Possible improvements of proposed solution
Index-only lookup where leaf-condition is in the xpath
Note in the following CPS path query:
/bookstore/categories[@code='1']/books[@title='Matilda']
In this case, the bookstore model specifies that the 'title' leaf is the key for 'books', and thus the xpath is encoded in the database as: /bookstore/categories[@code='1']/books[@title='Matilda']
We can optimize for this case, using an index-only lookup.
Given the following SQL snippet from the SQL generated from the CPS path query:
AND ( xpath_component = 'books' OR xpath_component LIKE 'books[%' ) AND ( attributes @> '{"title":"Matilda"}' )
it may be replaced with:
AND ( xpath_component = 'books[@title=''Matilda'']' OR ( ( xpath_component = 'books' OR xpath_component LIKE 'books[%' ) AND ( attributes @> '{"title":"Matilda"}' ) ) )
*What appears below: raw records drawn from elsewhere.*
"""Map-level surface artefacts: families that keep one image angle across grains of different orientation.

Polishing scratches (and other surface marks) are straight lines on the surface: they run on
through grain boundaries at one image angle, whereas a slip or twin trace changes direction
from grain to grain with the crystal orientation (common practice, no source). This module
turns that cue into a hypothesis of the probability model.

Model
-----
M0 (no artefact direction): family f of grain k has the density L0_f (per degree) of the
grain's own crystallographic model: candidates and "none of these", priors included
(:mod:`tracefit.matching.likelihood`).

M1 (one surface-artefact direction at image angle theta): every family is, independently, an
artefact with probability pi and otherwise follows M0:

    p(a_f | theta, pi) = (1 - pi) L0_f + pi vM(a_f - theta; sqrt(s_f^2 + s_line^2)),

s_f the family's angle sigma and s_line (default 0.2 deg) the straightness of a surface line
across the map. No orientation or frame sigma enters: an artefact lives in the image frame.
theta is uniform on [0, 180), pi uniform on [0, 1] (an exchangeable prior on which families
belong). The Bayes factor

    B = p(D | M1) / p(D | M0) = int dtheta / 180 int dpi  prod_f (1 - pi + pi R_f(theta)),
    R_f(theta) = vM(a_f - theta) / L0_f,

is computed on a grid (theta step 0.05 deg, 100 values of pi), so the look-elsewhere effect
(any theta could have been the artefact's) and the Occam factor of pi are both paid. The
posterior probability that the direction exists is B o / (1 + B o), o the prior odds
(``p_map`` = 0.5: polished sections often carry a scratch direction; common practice, no
source).

Guards against killing real systems
-----------------------------------
* Witnesses: the families that support theta (responsibility >= 0.5) are grouped when the
  crystallography itself links them: two grains that both have a candidate plane predicting
  theta, of one family, with nearly parallel normals in the sample frame (within
  2 sqrt(s_A^2 + s_B^2), s the orientation sigmas; planes with a predicted-trace spread over
  3 deg, i.e. shallow ones, cannot link) show the same physical plane continuing across their boundary
  (a twin plane, a low-angle boundary, one grain split in two labels). Each group counts as
  one witness: only its least supporting member enters B, the others are neutral (R = 1).
* At least ``min_witnesses`` (default 3) independent witnesses: two grains at one angle are a
  coincidence that crystallography predicts often enough (any family pair matches within a
  degree with probability ~ 1/90).
* Slip transfer: a direction whose every witness lies on a steep candidate plane's predicted
  trace in its own grain (within 3 sigma, trace and angle spread combined) is slip carried across
  the boundaries, not a scratch, and is dropped however many grains it crosses, provided such a
  fit is telling: a line at a random angle would fit in all those grains with probability under
  1 % (the product over the witnesses of the share of angles their grain's steep planes cover).
  In a dense catalogue (bcc with {123}) almost any angle fits, and the continuity evidence decides.
* Directions with posterior < 0.5 are dropped (their families keep the M0 answer), so a
  borderline direction slightly under-states p_artefact; accepted directions enter each
  family's prior as q pi (q the posterior of the direction), exact when q is near 0 or 1.

Several directions are found greedily (default at most 3): after one is accepted, L0 of every
family becomes the M1 mixture and the scan runs again. What this cannot do: a scratch seen in
only one or two grains, or a scratch that happens to lie on the traces the crystallography
predicts in all grains it crosses, stays an ordinary family (angle alone cannot separate it).
"""

from __future__ import annotations

import math
from dataclasses import dataclass, field
from typing import Any, Sequence

import numpy as np
from numpy.typing import ArrayLike

from tracefit.conventions import axial_difference, fold_axial
from tracefit.errors import TracefitInputError
from tracefit.matching.likelihood import axial_logpdf, logsumexp

__all__ = [
    "ArtefactDirection",
    "CrystalContext",
    "find_artefact_directions",
    "artefact_family_weights",
    "DEFAULT_P_MAP",
    "DEFAULT_LINE_SIGMA_DEG",
    "DEFAULT_MIN_WITNESSES",
    "DEFAULT_MAX_DIRECTIONS",
]

DEFAULT_P_MAP = 0.5
DEFAULT_LINE_SIGMA_DEG = 0.2
DEFAULT_MIN_WITNESSES = 3
DEFAULT_MAX_DIRECTIONS = 3
_STEP_DEG = 0.05
_WINDOW_DEG = 3.0
_MAX_PEAKS = 12  # peaks examined per map (rejected ones are masked and the next is tried)
_LINK_K = 2.0  # normals of one plane agree within _LINK_K hypot(s_A, s_B) degrees
_MAX_LINK_SIGMA_DEG = 3.0  # ~ inclination >= 20 deg at 1 deg orientation sigma
_FIT_K = 3.0  # a line "fits" a plane within 3 sigma (trace and angle spread combined): slip transfer
_TRANSFER_CHANCE = 0.01  # ... and a random line would fit in all its grains with lower probability

# Uniform prior on pi, integrated on a grid dense at small fractions (trapezoid weights).
_PI = np.unique(np.concatenate([np.geomspace(1e-4, 0.3, 80), np.linspace(0.3, 0.999, 21)]))
_LOG_DPI = np.log(np.gradient(_PI))


@dataclass
class ArtefactDirection:
    """One surface-artefact direction shared across a map.

    Attributes
    ----------
    angle_deg, angle_sigma_deg : float
        Image-frame axial angle of the artefact and its posterior sigma, degrees.
    p_exists : float
        Posterior probability that this common direction is a surface artefact.
    log10_bayes_factor : float
        log10 of p(D | artefact) / p(D | none), witness groups merged.
    fraction : float
        Posterior mean of pi, the share of the map's families on this artefact.
    members : list of int
        Indices (into the families given) with responsibility >= 0.5.
    grains : list
        Their grains.
    n_witnesses : int
        Independent witnesses (member groups not linked by a common crystal plane).

    Examples
    --------
    >>> d = ArtefactDirection(30.01234, 0.04, 0.999, 6.2, 0.35, [0, 2, 5], [1, 2, 4], 3)
    >>> d.to_dict()["angle_deg"], d.to_dict()["n_witnesses"]
    (30.012, 3)
    """

    angle_deg: float
    angle_sigma_deg: float
    p_exists: float
    log10_bayes_factor: float
    fraction: float
    members: list = field(default_factory=list)
    grains: list = field(default_factory=list)
    n_witnesses: int = 0

    def to_dict(self) -> dict:
        """JSON form (angles to 3 decimals)."""
        return {
            "angle_deg": round(float(self.angle_deg), 3),
            "angle_sigma_deg": round(float(self.angle_sigma_deg), 3),
            "p_exists": round(float(self.p_exists), 6),
            "log10_bayes_factor": round(float(self.log10_bayes_factor), 3),
            "fraction": round(float(self.fraction), 4),
            "grains": [int(g) if isinstance(g, (np.integer,)) else g for g in self.grains],
            "n_witnesses": int(self.n_witnesses),
        }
This would allow for an index-only lookup of the item, without needing the LIKE comparison or the attribute check.
Work Breakdown
In addition to the changes outlined above, there is additional work remaining for this change to be production-ready.
The main algorithm was mostly done during the PoC (all integration tests are passing for the PoC). The existing PoC code can thus be refactored to make it production ready.
DB upgrade
Because a new column is being added to the Fragment table, this column needs to be populated. An SQL script will be needed to provide a value for of the new xpath_component field based on existing xpath field.
Cps Path Parser changes
CpsPathBuilder and CpsPathQuery classes from cps-path-parser module will need to be updated to provide the individual path components.